Commune in Occitanie, France

La Roque-Sainte-Marguerite (/fr/; La Ròca) is a commune in the Aveyron department in southern France.

Lying deep in the scenic Dourbie gorge, the commune absorbed the formerly separate commune of St Verin in 1940, and it also incorporates the village of Pierrefiche du Larzac, which lies much higher on the Causse du Larzac (Larzac Plateau), at about 670 metres above sea level.

The village lies about 15 km east of Millau. The main industry for the residents who still work locally is tourism: the most visited site in Aveyron for tourists, Le Chaos de Montpellier-le-Vieux, is within its bounds. But most working residents commute into Millau.

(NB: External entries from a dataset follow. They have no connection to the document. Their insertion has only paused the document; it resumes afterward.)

//! Whole flights against closed forms.

use std::f64::consts::{FRAC_PI_2, PI, TAU};

use approx::assert_relative_eq;
use nalgebra::Vector3;
use undulift_aero::{Air, STANDARD_GRAVITY_M_S2, SkinFriction};
use undulift_chain::{Carried, Chain, Joint, PointMass, Segment, Shape};
use undulift_flight::{
    End, Equations, Flight, FlightError, Glider, Launch, Settings, fly, release, summary,
};
use undulift_gait::{Commands, Gait, GaitTable, Instant, Interpolation, Pattern, Start, Wave};
use undulift_tests::gliders::{STILL, dropped_from, in_vacuum, undulating, uniform};

const SEGMENT: Segment =
    Segment { length_m: 0.125, width_m: 0.02, thickness_m: 0.005, structure_kg: 0.125 };

fn for_s(max_time_s: f64) -> Settings {
    Settings { tolerance: 1e-10, max_time_s, through_inversion: true, floor_m: 0.0 }
}

/// Fall from rest with drag, 0.5 kg, C_d·A 0.02 m², ρ 1.225: v∞ = 20.0068 m/s; after 1 s 9.0900 m/s
/// and 4.7187 m, by v = v∞ tanh(gt/v∞) and s = v∞²/g·ln cosh(gt/v∞) (law from memory, digits computed
/// with a general library). A straight level plate: 2.0·0.5 m·0.02 m.
#[test]
fn analytic_fall_with_drag_follows_tanh() {
    let mut glider = uniform(4, SEGMENT, STILL, dropped_from(50.0));
    glider.air = Air::standard(0.0).unwrap();
    glider.skin_friction = SkinFriction::None;
    let flight = fly(&glider, &for_s(1.0)).unwrap();
    let end = flight.trajectory.state(1.0);
    assert_eq!(flight.end, End::TimeUp);
    assert_relative_eq!(-end.velocity_m_s.z, 9.0900, epsilon = 6e-5);
    assert_relative_eq!(50.0 - end.place_m.z, 4.7187, epsilon = 6e-5);
    let terminal_m_s = (2.0 * 0.5 * STANDARD_GRAVITY_M_S2 / (1.225 * 0.02)).sqrt();
    assert_relative_eq!(terminal_m_s, 20.0068, epsilon = 6e-5);
    for time_s in [0.2, 0.55, 1.0] {
        let state = flight.trajectory.state(time_s);
        let scaled = STANDARD_GRAVITY_M_S2 * time_s / terminal_m_s;
        assert_relative_eq!(-state.velocity_m_s.z, terminal_m_s * scaled.tanh(), epsilon = 1e-5);
        assert!(state.head_to_world.angle() < 1e-9, "it stays level");
    }
}
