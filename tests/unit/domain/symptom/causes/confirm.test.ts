import { describe, expect, test } from 'vitest';
import { columnStatistics, qualifiedName, quoteName, quoteText } from '$lib/domain/symptom/causes/confirm';

describe('quoteName', () => {
	// Manual, "Lexical Structure": unquoted names are folded to lower case; a quote inside is doubled.
	test.each([
		['invoice_line', 'invoice_line'],
		['Invoice', '"Invoice"'],
		['crew list', '"crew list"'],
		['a"b', '"a""b"'],
		['"Already"', '"Already"'],
		['1st', '"1st"'],
		['x; DROP TABLE y', '"x; DROP TABLE y"']
	])('writes %s as %s', (name, quoted) => {
		expect(quoteName(name)).toBe(quoted);
	});
});

describe('quoteText', () => {
	test('doubles quotes', () => {
		expect(quoteText("o'hara'; --")).toBe("'o''hara''; --'");
	});
});

describe('qualifiedName', () => {
	test('leaves the schema out where the plan names none', () => {
		expect(qualifiedName({ schema: null, name: 'invoice' })).toBe('invoice');
		expect(qualifiedName({ schema: 'Billing', name: 'invoice' })).toBe('"Billing".invoice');
	});
});

describe('columnStatistics', () => {
	test('asks for the columns named, or for all', () => {
		const table = { schema: null, name: 'invoice' };
		expect(columnStatistics(table, ['state', '"Kind"'])).toContain("attname IN ('state', 'Kind')");
		expect(columnStatistics(table, [])).not.toContain('attname IN');
	});
});
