import { describe, expect, it } from 'vitest';
import { startOfWeek, startOfWeeks, sumSpillWeeks } from '$lib/domain/watch/spill-weeks';

// 2026-12-01 is a Tuesday (ISO 8601 week 49, which begins on Monday 2026-11-30).
const tuesday = new Date('2026-12-01T02:14:00Z');

describe('startOfWeek', () => {
	it('is the Monday of the week, at midnight UTC', () => {
		expect(new Date(startOfWeek(tuesday)).toISOString()).toBe('2026-11-30T00:00:00.000Z');
	});

	it('counts Sunday to the week that it ends', () => {
		expect(new Date(startOfWeek(new Date('2026-12-06T23:59:59Z'))).toISOString()).toBe(
			'2026-11-30T00:00:00.000Z'
		);
	});

	it('counts the first second of Monday to the new week', () => {
		expect(new Date(startOfWeek(new Date('2026-12-07T00:00:00Z'))).toISOString()).toBe(
			'2026-12-07T00:00:00.000Z'
		);
	});
});

describe('sumSpillWeeks', () => {
	it('leaves out what happened before the first week or after the last', () => {
		const logs = [
			{ at: '2026-11-22T23:59:59Z', temporaryBytes: 1 },
			{ at: '2026-12-07T00:00:00Z', temporaryBytes: 2 },
			{ at: 'not a time', temporaryBytes: 4 }
		];
		expect(sumSpillWeeks(logs, tuesday, 2).map((week) => week.temporaryBytes)).toEqual([null, null]);
	});

	it('sums the logs of a week and counts them', () => {
		const logs = [
			{ at: '2026-11-23T00:00:00Z', temporaryBytes: 100 },
			{ at: '2026-11-29T23:00:00Z', temporaryBytes: 50 },
			{ at: '2026-11-30T00:00:00Z', temporaryBytes: 7 }
		];
		expect(sumSpillWeeks(logs, tuesday, 2)).toEqual([
			{ from: '2026-11-23', temporaryBytes: 150, logs: 2 },
			{ from: '2026-11-30', temporaryBytes: 7, logs: 1 }
		]);
	});

	it('tells a week whose logs spilled nothing from one without a log', () => {
		const [before, current] = sumSpillWeeks([{ at: '2026-12-01T00:00:00Z', temporaryBytes: 0 }], tuesday, 2);
		expect(before?.temporaryBytes).toBeNull();
		expect(current?.temporaryBytes).toBe(0);
	});

	it('begins where startOfWeeks says', () => {
		expect(startOfWeeks(tuesday, 12)).toBe('2026-09-14T00:00:00.000Z');
		expect(sumSpillWeeks([], tuesday, 12)[0]?.from).toBe('2026-09-14');
	});
});
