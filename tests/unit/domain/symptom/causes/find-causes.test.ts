import { describe, expect, test } from 'vitest';
import { interpret, listPlans, nodeAt } from '../../../../fixtures/symptom-plans';
import { CAUSE_IDS } from '$lib/domain/symptom/symptom';

const causesOf = (...input: Parameters<typeof interpret>) => interpret(...input).causes;

describe('findCauses', () => {
	test('tells old statistics of one condition from columns that depend on each other', () => {
		expect(causesOf('stale-statistics-001')[0]?.id).toBe('stale-statistics');
		const several = causesOf('stale-statistics-001', (root) => {
			nodeAt(root, '0.0.0.1.0').Filter =
				"((state = 'staged'::text) AND (kind = 'x'::text) AND (zone = 'y'::text))";
		});
		expect(several[0]?.id).toBe('correlated-predicates');
		expect(several.find(({ id }) => id === 'stale-statistics')?.against[0]).toContain('cannot tell');
	});

	test('blames the memory where the rows were foreseen, and the estimate where they were not', () => {
		expect(causesOf('undersized-memory-004')[0]).toMatchObject({
			id: 'undersized-memory',
			because: ['hash-spill'],
			against: []
		});
		const explained = causesOf('stale-statistics-001').find(({ id }) => id === 'undersized-memory');
		expect(explained?.against[0]).toContain('underestimated');
	});

	test('says of a skewed key that memory hardly helps', () => {
		const causes = causesOf('skewed-join-key-007');
		expect(causes[0]?.id).toBe('skewed-join-key');
		expect(causes.find(({ id }) => id === 'undersized-memory')?.against[0]).toContain('cannot part them');
	});

	test('names a bloated table by its empty pages even without a symptom', () => {
		expect(interpret('table-bloat-044')).toMatchObject({ symptoms: [], causes: [{ id: 'table-bloat' }] });
	});

	test('leaves the runbooks to the server', () => {
		expect(causesOf('stale-statistics-001').every(({ runbooks }) => runbooks.length === 0)).toBe(true);
	});

	test('offers statements that only read, each of one sentence', () => {
		for (const name of listPlans()) {
			for (const { id, confirm } of causesOf(name)) {
				expect(CAUSE_IDS).toContain(id);
				for (const { sql, readsOnly } of confirm) {
					expect(readsOnly).toBe(true);
					expect(sql, name).toMatch(/^SELECT [^;]+;$/);
					expect(sql, name).not.toMatch(/undefined|null\.|''/);
				}
			}
		}
	});

	test('fills in the table with its schema, quoted where it must be', () => {
		const [stale] = causesOf('stale-statistics-001', (root) => {
			Object.assign(nodeAt(root, '0.0.0.1.0'), { 'Relation Name': "Crew's Order", Schema: 'billing' });
		});
		expect(stale?.confirm[0]?.sql).toContain(`relid = 'billing."Crew''s Order"'::regclass`);
		expect(stale?.confirm[1]?.sql).toContain(`tablename = 'Crew''s Order' AND schemaname = 'billing'`);
	});
});
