import { describe, expect, it } from 'vitest';
import { orderIncidents } from '$lib/domain/watch/order-incidents';

const ilse = { id: 1, name: 'Ilse Marten' };

describe('orderIncidents', () => {
	it('puts what nobody has taken before what somebody is on, even where that is worse', () => {
		const taken = { number: 1, owner: ilse, severity: 1, since: '2026-12-01T00:00:00Z' } as const;
		const free = { number: 2, owner: null, severity: 3, since: '2026-12-01T01:00:00Z' } as const;
		expect(orderIncidents([taken, free]).map((incident) => incident.number)).toEqual([2, 1]);
	});

	it('orders by severity and then by age', () => {
		const at = (number: number, severity: 1 | 2 | 3 | 4, since: string) => ({
			number,
			owner: null,
			severity,
			since
		});
		const mixed = [
			at(1, 3, '2026-11-01T00:00:00Z'),
			at(2, 2, '2026-12-01T02:00:00Z'),
			at(3, 2, '2026-12-01T01:00:00Z')
		];
		expect(orderIncidents(mixed).map((incident) => incident.number)).toEqual([3, 2, 1]);
	});

	it('leaves the list that it was given as it was', () => {
		const given = [
			{ number: 2, owner: null, severity: 4, since: '2026-12-01T02:00:00Z' } as const,
			{ number: 1, owner: null, severity: 1, since: '2026-12-01T02:00:00Z' } as const
		];
		orderIncidents(given);
		expect(given.map((incident) => incident.number)).toEqual([2, 1]);
	});
});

On the Causse du Larzac, the villagers of Pierrefiche were shepherds, bringing their ewes' milk to the village dairy to make Roquefort cheese. Until recently there were two flocks of 50 & 200 ewes. The droughts of 2004 have reduced this to one. The sheepskins & fleeces went to Millau for the glove industry.

The castle was the western defence of the formerly heavily guarded Dourbie valley, which was a rich agricultural area in the Middle Ages. Old vine terraces can still be seen lining the deep chasm cut by the river through the Causse plateaux, some 300 m deep.